You share certain personal data with BDO to enable our staff to give you the best possible service as agreed. These data tell us something about yourself, or can be linked to you as a person in various ways. As far as the processing of these data is concerned, BDO does of course abide by the principles of the General Data Protection Regulation (GDPR).
The personal data that BDO processes will depend on the assignment, but we ask you to provide us with only the data that are strictly necessary so that we can guarantee the agreed form of service.
Principles of processing your personal data
For processing the personal data, BDO follows the principles as set out in the GDPR. These principles must be respected at all times when processing personal data and are as follows:
- Lawful, proper and transparent;
- Exclusively for legitimate purposes;
- Not more or longer than necessary;
- Accurate, up to date and confidential;
- Appropriate technical and organizational security measures.

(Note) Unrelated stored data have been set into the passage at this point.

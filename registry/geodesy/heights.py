"""Orthometric and ellipsoidal heights with a geoid model: H = h − N.

Pure module (no Django). The geoid undulation N is read from a grid file through PROJ's
``vgridshift`` operation (bilinear interpolation in the grid); the caller passes the grid (a file
name PROJ can find on its search path, or an absolute path) and the model's name. Choosing the
office's configured grid is done on the Django side (``registry.selectors.conversion``).

Sources
-------
- h = H + N (ellipsoidal height = orthometric height + geoid height): e.g. ICSM *GDA Technical
  Manual* v2.3, Flinders Peak: 347.200 + 3.748 = 350.948 m (checked in the tests).
- PROJ ``vgridshift``: Z_out = Z_in + multiplier × N(φ, λ) (PROJ documentation, "vgridshift");
  here multiplier = 1 applied to Z_in = 0 yields N itself.
- EGM96 (``egm96_15.gtx``, 15′ grid, shipped by Debian's ``proj-data``): F. G. Lemoine et al.,
  *The Development of the Joint NASA GSFC and NIMA Geopotential Model EGM96*, NASA/TP-1998-206861.
  A global model; its N can be off by decimetres to metres from a national gravimetric geoid, so
  every height computed with it is labelled approximate and is NOT survey grade.

Geoid models are tied to a frame
--------------------------------
N is the separation between a height surface and the ellipsoid *of one particular frame*: a global
model such as EGM96 gives N above the WGS 84 ellipsoid as realised by WGS 84 itself, which since
its G1150 realisation is aligned with the ITRF to about a centimetre (NGA, *World Geodetic System
1984*, NGA.STND.0036, 2014 [from memory]); a national *hybrid* model (e.g. a model fitted to
levelling on a plate-fixed frame) gives N above that frame's ellipsoid *as that frame places it*.
The ellipsoidal heights of two frames differ by up to metres (NAD83(2011) and ITRF2014 by about
−0.6 m in the Rocky Mountains and −1.5 m in Florida, through the frames' origin offset), so
applying a model to heights of another frame gives a wrong orthometric height. Each
:class:`GeoidModel` therefore states ``frame_epsg``, the geographic 3D frame its ellipsoidal heights
are in, and :func:`orthometric_from_ellipsoidal` first transforms a height given in another frame to
that frame (at the height's coordinate epoch, through :mod:`registry.geodesy.frames`), or refuses
when the model's frame is not stated or the transformation is not available. EGM96's frame is
stated here as ITRF2014 (EPSG:7912), the ITRF realisation that current WGS 84 is aligned with;
the centimetre of that alignment is far below EGM96's own error.
"""

from __future__ import annotations

import os
from dataclasses import dataclass, field
from functools import lru_cache

import numpy as np

__all__ = [
    "EGM96_FRAME_EPSG",
    "OrthometricHeight",
    "orthometric_from_ellipsoidal",
    "HeightError",
    "GeoidModel",
    "EGM96_FALLBACK",
    "egm96_fallback",
    "EGM96_LABEL",
    "geoid_undulation_m",
    "orthometric_height_m",
    "ellipsoidal_height_m",
]

#: Label shown wherever the EGM96 fallback is used (pages, commands, API, PDFs).
EGM96_LABEL = "EGM96 (global model, approximate — not survey grade)"


class HeightError(ValueError):
    """N could not be obtained (grid missing, point outside the grid); ``code`` says why."""

    def __init__(self, message: str, *, code: str):
        super().__init__(message)
        self.code = code


#: The frame EGM96's ellipsoidal heights are taken in: ITRF2014, which WGS 84 (G1762, G2139) is
#: aligned with to about a centimetre (see the module docstring).
EGM96_FRAME_EPSG = 7912


@dataclass(frozen=True)
class GeoidModel:
    """A geoid grid: ``grid`` is what PROJ opens (file name on its search path or absolute path).

    ``frame_epsg``: the geographic 3D frame whose ellipsoidal heights the model's N refers to
    (None: not stated; then no orthometric height is computed from it).
    """

    name: str
    grid: str
    approximate: bool = False
    vertical_datum_epsg: int | None = None
    frame_epsg: int | None = None
    frame_note: str = ""

    @property
    def label(self) -> str:
        if self.approximate:
            return (
                EGM96_LABEL
                if self.name.upper().startswith("EGM96")
                else f"{self.name} (approximate — not survey grade)"
            )
        return self.name

    def as_dict(self) -> dict:
        return {
            "name": self.name,
            "label": self.label,
            "grid": os.path.basename(self.grid),
            "approximate": self.approximate,
            "vertical_datum_epsg": self.vertical_datum_epsg,
            "frame_epsg": self.frame_epsg,
            "frame_note": self.frame_note,
        }


EGM96_FRAME_NOTE = (
    "EGM96 gives N above the WGS 84 ellipsoid as WGS 84 places it; current WGS 84 is aligned with the ITRF "
    "to about a centimetre, so heights are taken in ITRF2014 (EPSG:7912) for it."
)
#: The Debian proj-data EGM96 15′ grid (by file name); EPSG:5773 is the EGM96 height datum.
EGM96_FALLBACK = GeoidModel(
    name="EGM96",
    grid="egm96_15.gtx",
    approximate=True,
    vertical_datum_epsg=5773,
    frame_epsg=EGM96_FRAME_EPSG,
    frame_note=EGM96_FRAME_NOTE,
)


def egm96_fallback(*, dirs=()) -> GeoidModel:
    """The EGM96 fallback with its grid resolved to an absolute path where one is found.

    Looks in ``dirs``, PROJ's search path and Debian's ``/usr/share/proj``.
    """
    from registry.geodesy.projsetup import find_grid

    path = find_grid(EGM96_FALLBACK.grid, dirs=dirs)
    if path is None:
        return EGM96_FALLBACK
    return GeoidModel(
        name="EGM96",
        grid=path,
        approximate=True,
        vertical_datum_epsg=5773,
        frame_epsg=EGM96_FRAME_EPSG,
        frame_note=EGM96_FRAME_NOTE,
    )


@lru_cache(maxsize=32)
def _geoid_operation(grid: str):
    import pyproj
    import pyproj.network

    if pyproj.network.is_network_enabled():
        pyproj.network.set_network_enabled(False)
    if any(c.isspace() for c in grid) or "+" in grid:
        raise HeightError(f"Geoid grid name {grid!r} may not contain spaces or '+'.", code="bad_grid_name")
    pipeline = (
        "+proj=pipeline +step +proj=unitconvert +xy_in=deg +xy_out=rad "
        f"+step +proj=vgridshift +grids={grid} +multiplier=1 "
        "+step +proj=unitconvert +xy_in=rad +xy_out=deg"
    )
    try:
        return pyproj.Transformer.from_pipeline(pipeline)
    except pyproj.exceptions.ProjError as exc:
        raise HeightError(
            f"Geoid grid '{grid}' was not found on PROJ's search path (or is not a valid grid). "
            "Install it into the registry's grid folder.",
            code="grid_missing",
        ) from exc


def geoid_undulation_m(lat_deg, lon_deg, *, model: GeoidModel):
    """Geoid height N (metres) above the ellipsoid at the points, from ``model``'s grid.

    Raises
    ------
    HeightError
        ``grid_missing`` if PROJ cannot open the grid, ``outside_grid`` where the grid has no value.

    Examples
    --------
    >>> round(float(geoid_undulation_m(45.2, -110.6, model=egm96_fallback())), 2)
    -8.54
    """
    import pyproj

    lat = np.asarray(lat_deg, dtype=float)
    lon = np.asarray(lon_deg, dtype=float)
    lat, lon = np.broadcast_arrays(lat, lon)
    if not (np.all(np.isfinite(lat)) and np.all(np.isfinite(lon))) or np.any(np.abs(lat) > 90):
        raise HeightError("Latitude and longitude must be finite, latitude within ±90°.", code="not_finite")
    shape = lat.shape
    op = _geoid_operation(model.grid)
    try:
        _, _, n = op.transform(lon.ravel(), lat.ravel(), np.zeros(lat.size), errcheck=True)
    except pyproj.exceptions.ProjError as exc:
        raise HeightError(f"Some points are outside the geoid grid {model.name}: {exc}", code="outside_grid") from exc
    n = np.asarray(n, dtype=float).reshape(shape)
    if not np.all(np.isfinite(n)) or np.any(np.abs(n) > 200.0):
        raise HeightError(f"Some points are outside the geoid grid {model.name}.", code="outside_grid")
    return n


def orthometric_height_m(h_m, n_m):
    """Orthometric height H = h − N (metres).

    >>> round(float(orthometric_height_m(350.948, 3.748)), 3)
    347.2
    """
    return np.asarray(h_m, dtype=float) - np.asarray(n_m, dtype=float)


def ellipsoidal_height_m(orthometric_m, n_m):
    """Ellipsoidal height h = H + N (metres).

    >>> round(float(ellipsoidal_height_m(744.986, 4.869)), 3)
    749.855
    """
    return np.asarray(orthometric_m, dtype=float) + np.asarray(n_m, dtype=float)


@dataclass
class OrthometricHeight:
    """H = h − N with the height first brought into the model's frame; ``steps``: that frame change."""

    orthometric_height_m: np.ndarray
    geoid_height_m: np.ndarray
    h_model_frame_m: np.ndarray
    model_frame_epsg: int
    steps: list = field(default_factory=list)


def orthometric_from_ellipsoidal(
    lat_deg, lon_deg, h_m, *, frame_epsg: int, epoch_yr: float, model: GeoidModel
) -> OrthometricHeight:
    """Orthometric height from an ellipsoidal height of frame ``frame_epsg`` at ``epoch_yr``.

    If ``frame_epsg`` is not the model's frame, the point is first transformed to the model's frame
    at ``epoch_yr`` (:func:`registry.geodesy.frames.change_frame`: PROJ's time-dependent
    transformations, no ballpark); N is read at the transformed latitude/longitude and subtracted
    from the transformed h.

    Raises
    ------
    HeightError
        ``geoid_frame_unknown`` when the model does not state its frame; ``geoid_frame_change`` when
        the height cannot be brought to that frame; and those of :func:`geoid_undulation_m`.

    Examples
    --------
    NAD83(2011) height in the demo district at 2010.0: EGM96 applies to ITRF2014 heights, which
    there are about 0.63 m lower.

    >>> r = orthometric_from_ellipsoidal(45.2, -110.6, 1500.0, frame_epsg=6319, epoch_yr=2010.0,
    ...                                  model=egm96_fallback())
    >>> round(float(r.h_model_frame_m) - 1500.0, 2), round(float(r.orthometric_height_m), 2)
    (-0.63, 1507.91)
    """
    from registry.geodesy import frames as _frames

    if model.frame_epsg is None:
        raise HeightError(
            f"The geoid model {model.name} does not state which frame its ellipsoidal heights are in, so it "
            "cannot be applied safely (heights of two frames differ by up to metres). The administrator states "
            "it with REGISTRY_GEOID_FRAME.",
            code="geoid_frame_unknown",
        )
    lat, lon, h = (np.asarray(v, dtype=float) for v in (lat_deg, lon_deg, h_m))
    steps = []
    if int(frame_epsg) != int(model.frame_epsg):
        try:
            lat, lon, h, step = _frames.change_frame(
                lat, lon, h, from_epsg=int(frame_epsg), to_epsg=int(model.frame_epsg), epoch_yr=epoch_yr
            )
        except _frames.FrameTransformError as exc:
            raise HeightError(
                f"The height is in EPSG:{frame_epsg} but the geoid model {model.name} applies to heights in "
                f"EPSG:{model.frame_epsg}, and the height cannot be transformed there: {exc}",
                code="geoid_frame_change",
            ) from exc
        steps.append(step)
    n = geoid_undulation_m(lat, lon, model=model)
    return OrthometricHeight(
        orthometric_height_m=orthometric_height_m(h, n),
        geoid_height_m=n,
        h_model_frame_m=np.asarray(h, dtype=float),
        model_frame_epsg=int(model.frame_epsg),
        steps=steps,
    )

Personal data will be processed only for specific, designated purposes on a lawful basis. These are:
- Client acceptance;
- To perform the agreed service;
- To be able to provide information on the service;
- Communication relating to the service.
BDO will retain your personal data no longer than necessary for providing the agreed service. Precisely how long will depend on the specific data and the form of service for which your data are processed, and is laid down in various laws. A record and retention policy ensures that the correct retention period is adhered to.
BDO takes all technical and organizational measures that may reasonably be expected of it to secure your personal data. Naturally these measures are entirely in line with prevailing laws and regulations and the current state of the art.
Upon taking up employment with BDO, new employees are instructed in the rules and procedures within the organization, in particular concerning the applicable security rules and procedures. Attention is regularly given to increasing our employees' awareness of security and privacy issues.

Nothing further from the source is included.